# Any other fat karateka on this board?



## moonvine (May 16, 2012)

I used to study seido karate (I am a lowly blue belt). However I have moved and now need to pick another discipline and start over. Does anyone here study karate? Looking for suggestions ..


----------



## HeavyDuty24 (May 16, 2012)

I studied Shorin-Ryu Karate. I REALLY REALLY wish i could find a Kyokushin school but they are so rare.


----------



## Jon Blaze (May 19, 2012)

We have a combat sports thread if you'd like to join in. 

http://www.dimensionsmagazine.com/forums/showthread.php?t=53678&page=12

I don't consider myself a karateka, but Boxing and Shorin Ryu were the first martial arts I practiced. I'm still considering adding Kyokushin to my soon to be regular Muay Thai and Brazilian Jiu Jitsu schedule.


----------



## HeavyDuty24 (May 19, 2012)

Jon Blaze said:


> We have a combat sports thread if you'd like to join in.
> 
> http://www.dimensionsmagazine.com/forums/showthread.php?t=53678&page=12
> 
> I don't consider myself a karateka, but Boxing and Shorin Ryu were the first martial arts I practiced.

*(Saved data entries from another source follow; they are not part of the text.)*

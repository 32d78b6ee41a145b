"""A measured curve beside the simulation: its band edges, where it leaves, and the stray that would explain it."""

from __future__ import annotations

import math

from tauledger.record import CurveFacts, CurveFigure, CurveLeaves, Review, StrayFacts
from tauledger.report.layout import Block, Prose, Row, Section, Table
from tauledger.report.wording import NO_NUMBER, move, network_rejected, number

FIGURES = {"f_low": "f_L", "f_high": "f_H", "f_unity": "f_u"}
OFF_BY = {"gain": "1 dB in gain", "phase": "5° in phase"}
# A probe or a transformer that is turned round, and not one that is late.
INVERTED_DEG = 150.0
# Less than what is printed of them.
SAME_DB, SAME_DEG = 0.005, 0.05


def measured_curve(review: Review) -> Section:
    """Give the measured band edges beside the simulated ones, and below them what differs and what would explain it."""
    curve = review.curve
    if curve is None:
        return Section(())
    rows = tuple(
        Row((FIGURES[figure.figure], number(figure.measured_hz, "Hz"), number(figure.simulated_hz, "Hz"), off(figure)))
        for figure in curve.figures
    )
    blocks: list[Block] = [Table("lrrr", ("MEASURED CURVE", "measured", curve.against, "off by"), rows)]
    told = (level_text(curve), differs_text(curve), explains_text(review, curve))
    blocks += [Prose(text, lead="  ", hang=4) for text in told]
    return Section(tuple(blocks), major=True)


def off(figure: CurveFigure) -> str:
    """Write by how much a measured frequency lies off the simulated one."""
    return move(figure.measured_hz / figure.simulated_hz - 1.0) if figure.simulated_hz else NO_NUMBER


def level_text(curve: CurveFacts) -> str:
    """Say what was read, and the level at mid-band that was taken out."""
    first, last = curve.points[0], curve.points[-1]
    read = f"{curve.file}: {len(curve.points)} points, {number(first.frequency_hz, 'Hz', 3)} to "
    read += number(last.frequency_hz, "Hz", 3)
    told = []
    if abs(curve.offset_db) >= SAME_DB:
        told.append(f"{abs(curve.offset_db):.2f} dB {'above' if curve.offset_db > 0.0 else 'below'}")
    turned, inverted = curve.offset_deg, False
    if turned is not None and abs(turned) >= INVERTED_DEG:
        turned, inverted = turned - math.copysign(180.0, turned), True
    if turned is not None and abs(turned) >= SAME_DEG:
        told.append(f"{abs(turned):.1f}° {'ahead of' if turned > 0.0 else 'behind'}")
    if not told and not inverted:
        return f"{read}; at mid-band the same as {_against(curve)}."
    where = f"at {number(curve.level_from_hz, 'Hz', 3)}"
    if curve.level_to_hz > curve.level_from_hz:
        where = f"from {number(curve.level_from_hz, 'Hz', 3)} to {number(curve.level_to_hz, 'Hz', 3)}"
    lies = f"lies {' and '.join(told)} {_against(curve)}" if told else ""
    said = ", and ".join(filter(None, ("is inverted" if inverted else "", lies)))
    return f"{read}; {where} it {said}, which is taken out."


def differs_text(curve: CurveFacts) -> str:
    """Say where the curve leaves the simulation, and its largest differences."""
    phase = curve.largest_deg is not None
    if curve.leaves:
        places = " and ".join(_leaves(place) for place in curve.leaves)
        text = f"Leaves {_against(curve)} {places}"
    else:
        text = f"Nowhere off by {OFF_BY['gain']}{' or ' + OFF_BY['phase'] if phase else ''}"
    told = []
    if abs(curve.largest_db) >= SAME_DB:
        told.append(f"{curve.largest_db:+.2f} dB at {number(curve.largest_db_at_hz, 'Hz', 3)}")
    if curve.largest_deg is not None and abs(curve.largest_deg) >= SAME_DEG:
        told.append(f"{curve.largest_deg:+.1f}° at {number(curve.largest_deg_at_hz, 'Hz', 3)}")
    return f"{text}; largest difference {' and '.join(told)}." if told else f"{text}."


def explains_text(review: Review, curve: CurveFacts) -> str:
    """Say which stray capacitance would explain the curve best, how well, and what proves it; or that none does."""
    if curve.rms_db is None:
        return "Fewer than three points from mid-band up: no stray capacitance is looked for."
    if curve.explains == "not sought" or network_rejected(review):
        return "No stray capacitance is looked for, for the rebuilt network is not ngspice's."
    points = f"over {curve.fitted_points} points from mid-band up"
    if curve.explains == "nothing to explain":
        return f"Nothing to explain: the rms difference is {curve.rms_db:.2f} dB {points}."
    if not curve.strays:
        return f"No single capacitance explains it: none halves the rms difference of {curve.rms_db:.2f} dB {points}."
    best, *others = curve.strays
    falls = f"{curve.rms_db:.2f} dB → {best.rms_db:.2f} dB"
    text = f"{place_text(best)} would explain it best: rms difference {falls} {points}"
    if best.rerun:
        measured = next((figure.measured_hz for figure in curve.figures if figure.figure == "f_high"), None)
        text += "; run in ngspice with it"
        if best.f_high_rerun_hz is not None:
            text += f": f_H {number(best.f_high_rerun_hz, 'Hz')}"
            text += "" if measured is None else f", measured {number(measured, 'Hz')}"
    text += "".join(f". Hardly worse: {place_text(other)}, {other.rms_db:.2f} dB" for other in others)
    return f"{text}."


def place_text(stray: StrayFacts) -> str:
    """Write a capacitance with its place: "12.0 pF from out to ground"."""
    farad = number(stray.capacitance_f, "F", 3)
    return (
        f"{farad} from {stray.plus} to ground"
        if stray.minus == "0"
        else f"{farad} between {stray.plus} and {stray.minus}"
    )


def _leaves(place: CurveLeaves) -> str:
    return f"{place.side} {number(place.frequency_hz, 'Hz', 3)} (off by {OFF_BY[place.by]})"


def _against(curve: CurveFacts) -> str:
    return "ngspice" if curve.against == "simulated" else "the exact curve"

I'm still considering adding Kyokushin to my soon to be regular Muay Thai and Brazilian Jiu Jitsu schedule.



Awesome man i love Shorin-Ryu very traditional i have yet to find a Kyokushin school in my area. I have always wanted to dabble in Muay Thai and Boxing i have seen a couple of MT schools and Boxing places around. I wouldn't mind takung Jiujitsu also i want to give Judo a try too.


----------



## Jon Blaze (Jun 11, 2012)

HeavyDuty24 said:


> Awesome man i love Shorin-Ryu very traditional i have yet to find a Kyokushin school in my area. I have always wanted to dabble in Muay Thai and Boxing i have seen a couple of MT schools and Boxing places around. I wouldn't mind takung Jiujitsu also i want to give Judo a try too.



Not sure if you are interested, but have you looked at offshoot Full Contact Karate schools that might be near as well?

Daido Juku
Seidokaikan
Enshin
Ashihara
Kansuiryu
For example?


----------